Here's the physics of that:

You conspire with pixels to see a continuous image under the right viewing situations (not too close or too far).

That happens because somewhere between the pixels and your visual cortex, the light from the dots gets integrated.

You see a wide range of colors because red, green and blue are sufficient to integrate in a such a way as for you to perceive a wide range of colors. So pixels typically have individual red, green and blue subpixels.

I've read many reasons for the development of PenTile arrays - maybe I've read the truth, or maybe I've read propaganda to hide trade secrets and compromises at the time.

The idea of PenTile is simple - if colored light integration is going to happen in the end, why not cheat a little and kinda re-arrange the sub-pixels in a way that they share the work between neighboring pixels.

So the pixel count is spec'd the same, but the sub-pixel count is lower (by what? 35%? I don't recall the exact number, it's likely in one of your links).

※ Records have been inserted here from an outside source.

// intervalFrom builds an Estimate for stat from boot.
func (a *run) intervalFrom(boot *offspring.BootstrapResult, stat func(offspring.Params) float64, est float64) Estimate {
	iv, err := boot.Interval(stat, est, a.o.Level)
	if err != nil {
		return Estimate{Estimate: numeric.FinitePtr(est)}
	}
	return Estimate{
		Estimate:   numeric.FinitePtr(iv.Estimate),
		Percentile: [2]*float64{numeric.FinitePtr(iv.Percentile[0]), numeric.FinitePtr(iv.Percentile[1])},
		BCa:        [2]*float64{numeric.FinitePtr(iv.BCa[0]), numeric.FinitePtr(iv.BCa[1])},
	}
}

// Minimum chains for a chain-size fit to be shown (ChainSizeInformative).
const (
	MinCompleteChains      = 20
	MinCompleteMultiChains = 5
)

// ChainSizeInformative is the rule that decides whether a chain-size fit says anything: at
// least MinCompleteChains chains have stopped growing and at least MinCompleteMultiChains
// of those hold more than one case. A chain still growing enters the likelihood only as
// "at least this size" [Blumberg & Lloyd-Smith 2013], so it bounds R from below and nothing
// above; chains of one case inform the share that dies at once but not how large the others
// grow. Below these counts the likelihood is flat in R and k, the fit lands anywhere and the
// bootstrap interval runs to the edge of the search (the thresholds are common practice,
// chosen to keep that case out; the reason is stated in the report).
func ChainSizeInformative(complete, completeMulti int) (bool, string) {
	switch {
	case complete < MinCompleteChains:
		return false, fmt.Sprintf("only %d chains have stopped growing, fewer than the %d it needs", complete, MinCompleteChains)
	case completeMulti < MinCompleteMultiChains:
		return false, fmt.Sprintf("only %d of the chains that stopped growing have more than one case, fewer than the %d it needs", completeMulti, MinCompleteMultiChains)
	}
	return true, ""
}
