package forecast

import "math"

// Interval is a central prediction interval of a count at level 1 − Alpha.
type Interval struct {
	Alpha        float64
	Lower, Upper float64
}

// IntervalScore is the interval score of a central (1 − α) prediction interval [l, u] for
// the outcome y (Gneiting & Raftery 2007, JASA 102:359, §6.2; as written in Bracher et al.
// 2021, PLoS Comput Biol 17:e1008618, eq. 1):
//
//	IS_α = (u − l) + (2/α)(l − y)·1{y < l} + (2/α)(y − u)·1{y > u}.
func IntervalScore(iv Interval, y float64) float64 {
	s := iv.Upper - iv.Lower
	if y < iv.Lower {
		s += 2 / iv.Alpha * (iv.Lower - y)
	}
	if y > iv.Upper {
		s += 2 / iv.Alpha * (y - iv.Upper)
	}
	return s
}

// WeightedIntervalScore is the weighted interval score of a forecast given by its median m
// and K central intervals (Bracher et al. 2021, PLoS Comput Biol 17:e1008618, eq. 2), with
// the weights w₀ = ½ and w_k = α_k/2 that make it approximate the continuous ranked
// probability score:
//
//	WIS = (w₀·|y − m| + Σ_k w_k·IS_{α_k}) / (K + ½).
//
// Lower is better; it is on the scale of the counts. NaN for no intervals.
func WeightedIntervalScore(median float64, ivs []Interval, y float64) float64 {
	if len(ivs) == 0 {
		return math.NaN()
	}
	s := 0.5 * math.Abs(y-median)
	for _, iv := range ivs {
		s += iv.Alpha / 2 * IntervalScore(iv, y)
	}
	return s / (float64(len(ivs)) + 0.5)
}
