package timing

import (
	"fmt"
	"github.com/caseweave/caseweave/pipeline/internal/numeric"
	"math"
	"math/rand/v2"
	"runtime"
	"slices"
	"sort"
	"strings"
	"sync"
)

// NegativeTreatment is how FitSerialInterval treats negative intervals, as reported in the
// summary: gamma, lognormal and Weibull live on (0, ∞) and cannot produce them.
const NegativeTreatment = "excluded from the parametric fit"

// ModelFit is one family's interval-censored maximum-likelihood fit.
type ModelFit struct {
	Name   string
	Mean   float64
	SD     float64
	Params map[string]float64
	// LogLik is Σ_d n_d·log(F(d + 0.5) − F(max(d − 0.5, 0))) at the maximum, less
	// Σ_T m_T·log F(T + 0.5) over the links' truncation bounds when FitOptions.Truncation
	// is set.
	LogLik float64
	// AIC = 2·2 − 2·LogLik (two parameters) [Akaike 1974, IEEE Trans Autom Control 19:716].
	AIC float64
	// AtBound is true when the optimum sits on the edge of the search box on the
	// log-parameter scale: the data (typically all in one or two daily bins) do not pin
	// the distribution down and the likelihood keeps rising towards a degenerate limit.
	AtBound bool
	// Degenerate is true when the intervals fill one daily bin or two adjacent ones: then
	// a distribution shrinking to a point reaches the saturated likelihood, no finite
	// maximum exists, and the parameters are where the optimiser stopped. Only the mean
	// is then meaningful; the spread and quantiles are not.
	Degenerate bool
	// Dist is the fitted distribution.
	Dist SerialInterval
}

// Quantiles of the best-fitting serial interval, in days.
type Quantiles struct {
	P50 float64
	P95 float64
	P99 float64
}

// BootstrapInfo describes the case bootstrap behind the confidence intervals.
type BootstrapInfo struct {
	Replicates int
	Failed     int
	Level      float64
	Method     string
}

// SerialFit is the serial-interval section of the JSON summary.
type SerialFit struct {
	// N is the number of intervals used in the fit (the non-negative ones).
	N int
	// Negative is the number of negative intervals, treated as NegativeTreatment says.
	Negative          int
	NegativeTreatment string
	BestModel         string
	Models            []ModelFit
	Quantiles         Quantiles
	// MeanCI and P95CI are percentile bootstrap intervals for the best model's mean and
	// 95th percentile; absent when no bootstrap was asked for or every replicate failed.
	MeanCI    []float64
	P95CI     []float64
	Bootstrap *BootstrapInfo
	// Best is the best model's distribution (lowest AIC).
	Best SerialInterval
}

// FitOptions control FitSerialInterval's bootstrap.
type FitOptions struct {
	// Bootstrap is the number of case-bootstrap replicates B; 0 skips the intervals.
	Bootstrap int
	// Level is the confidence level of the intervals; 0 means 0.95.
	Level float64
	// Workers is the number of goroutines for the replicates; ≤ 0 means GOMAXPROCS.
	// Results do not depend on it.
	Workers int
	// Rand seeds the bootstrap; required when Bootstrap > 0.
	Rand *rand.Rand
	// Truncation, when not nil, holds for each interval (same order and length) the largest
	// interval the data could show: the analysis date minus the infector's onset, in days. A
	// link whose infectee falls ill after the analysis date is not yet in the line list, so
	// in a growing outbreak the observed intervals are right-truncated; each one's likelihood
	// is then conditioned on the interval being at most its bound (see FitSerialInterval).
	// A bound below its interval (an onset after the analysis date) is raised to it.
	Truncation []int
	// Delay, with Truncation, is the distribution of the days from onset to report,
	// Delay[d] = P(D = d) (nil: every case with onset up to the analysis date is listed).
	// An infectee is then in the list only once reported too, so a link with bound T is
	// observed with probability Σ_{e ≤ T} P(round(X) = e)·P(D ≤ T − e) (FitSerialInterval).
	Delay []float64
}

// TooFewIntervalsError says the fit had fewer than two usable (non-negative) intervals.
type TooFewIntervalsError struct {
	Usable, Negative int
}

func (e *TooFewIntervalsError) Error() string {
	return fmt.Sprintf("serial interval: %d usable interval(s) (%d negative excluded); at least 2 non-negative intervals are needed for a fit",
		e.Usable, e.Negative)
}

// FitSerialInterval fits gamma, lognormal and Weibull serial intervals to integer onset
// differences (infectee minus infector, in days) by maximum likelihood with daily interval
// censoring: interval d contributes log(F(d + 0.5) − F(max(d − 0.5, 0))) (the coarse-data likelihood of Reich et al. 2009, Stat Med 28:2769, with a one-day window;
// citation recalled from memory).
// Negative intervals are counted and excluded. Each fit maximises over log-parameters
// (lognormal: meanlog and log sdlog) with Nelder–Mead from method-of-moments starts
// (with Sheppard's correction −1/12 for the variance of day-rounded data; Sheppard 1898,
// Proc Lond Math Soc 29:353, citation recalled from memory), polished by Newton steps on a central-difference Hessian. The best
// model has the lowest AIC. With opt.Bootstrap = B > 0, the mean and 95th percentile of
// the best family get percentile intervals [Efron & Tibshirani 1993, ch. 13] from B case
// bootstrap replicates, each a multinomial draw over the table of distinct intervals
// (numeric.Multinomial), refitted within the best family.
//
// With opt.Truncation, interval d with bound T (days from the infector's onset to the
// analysis date) is observed only if the continuous interval is below T + 0.5 (its onset
// rounds to a day no later than the analysis date), so its contribution is conditioned on
// that event [Kalbfleisch & Lawless 1989, J Am Stat Assoc 84:360, the likelihood of
// right-truncated data; applied to serial intervals by Seaman, Presanis & Jackson 2022,
// Stat Methods Med Res; both citations recalled from memory]:
//
//	log[(F(d + 0.5) − F(max(d − 0.5, 0))) / F(T + 0.5)],
//
// With opt.Delay as well, an infectee with onset e days after its infector's is listed only
// if its report delay D is at most T − e, so the probability of observing the link, the
// denominator, is Σ_{e=0}^{T} (F(e + 0.5) − F(max(e − 0.5, 0)))·P(D ≤ T − e): the same
// conditioning on the event of being observed, which now also needs the report (the
// numerator's factor P(D ≤ T − d) does not depend on the serial interval and drops out).
//
// for every family and in every bootstrap replicate, which resamples (interval, bound)
// pairs. LogLik and AIC are then those of this conditional likelihood.
func FitSerialInterval(intervals []int, opt FitOptions) (SerialFit, error) {
	if opt.Truncation != nil && len(opt.Truncation) != len(intervals) {
		return SerialFit{}, fmt.Errorf("serial interval: %d truncation bounds for %d intervals", len(opt.Truncation), len(intervals))
	}
	tab, neg := tabulateTruncated(intervals, opt.Truncation)
	out := SerialFit{N: tab.n, Negative: neg, NegativeTreatment: NegativeTreatment}
	if opt.Delay != nil && opt.Truncation != nil {
		cdf, err := numeric.Cumulative(opt.Delay)
		if err != nil {
			return out, fmt.Errorf("serial interval: report delay: %w", err)
		}
		tab.delayCDF = cdf
	}
	if tab.n < 2 {
		return out, &TooFewIntervalsError{Usable: tab.n, Negative: neg}
	}
	level := opt.Level
	if level == 0 {
		level = 0.95
	}
	if !(level > 0 && level < 1) {
		return out, fmt.Errorf("serial interval: confidence level %v is not in (0, 1)", opt.Level)
	}
	if opt.Bootstrap < 0 {
		return out, fmt.Errorf("serial interval: bootstrap replicates %d is negative", opt.Bootstrap)
	}
	if opt.Bootstrap > 0 && opt.Rand == nil {
		return out, fmt.Errorf("serial interval: a bootstrap needs a seeded *rand.Rand")
	}
	fams := families()
	var fits []ModelFit
	var thetas [][2]float64
	var errs []error
	for _, fam := range fams {
		mf, th, err := fitFamily(fam, tab, fam.start(tab))
		if err != nil {
			errs = append(errs, err)
			continue
		}
		fits = append(fits, mf)
		thetas = append(thetas, th)
	}
	if len(fits) == 0 {
		why := make([]string, len(errs))
		for i, e := range errs {
			why[i] = strings.TrimPrefix(e.Error(), "serial interval: ")
		}
		return out, fmt.Errorf("serial interval: no family could be fitted (%s)", strings.Join(why, "; "))
	}
	best := 0
	for i := range fits {
		if fits[i].AIC < fits[best].AIC {
			best = i
		}
	}
	out.Models = fits
	out.BestModel = fits[best].Name
	out.Best = fits[best].Dist
	out.Quantiles = Quantiles{
		P50: out.Best.Quantile(0.5),
		P95: out.Best.Quantile(0.95),
		P99: out.Best.Quantile(0.99),
	}
	if opt.Bootstrap > 0 {
		var fam family
		for _, f := range fams {
			if f.name == out.BestModel {
				fam = f
			}
		}
		means, p95s, failed := bootstrapFits(fam, tab, thetas[best], opt.Bootstrap, opt.Workers, opt.Rand)
		out.Bootstrap = &BootstrapInfo{
			Replicates: opt.Bootstrap, Failed: failed, Level: level,
			Method: "percentile, case bootstrap (multinomial over distinct intervals), best family refitted",
		}
		if len(means) > 0 {
			a := (1 - level) / 2
			slices.Sort(means)
			slices.Sort(p95s)
			out.MeanCI = []float64{numeric.Quantile7(means, a), numeric.Quantile7(means, 1-a)}
			out.P95CI = []float64{numeric.Quantile7(p95s, a), numeric.Quantile7(p95s, 1-a)}
		}
	}
	return out, nil
}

All in all, a pretty cool approach on some levels. But - there ain't no such thing as a free lunch. So, while I've no doubt that PenTile qHD is sharper than 800x480 anything, it won't be as sharp as RGB qHD for all uses (like text, where the shared subpixels are crossing boundaries between pixels). And color control can be harder with PenTile - doable - but harder.

Many people can't see the difference, many can see it clearly. Last year, I posted two different pictures of the same colored text web page and asked which was LCD, which was PenTile AMOLED - only a scant few guessed correctly that they were both pictures of the same Samsung display from slightly different angles.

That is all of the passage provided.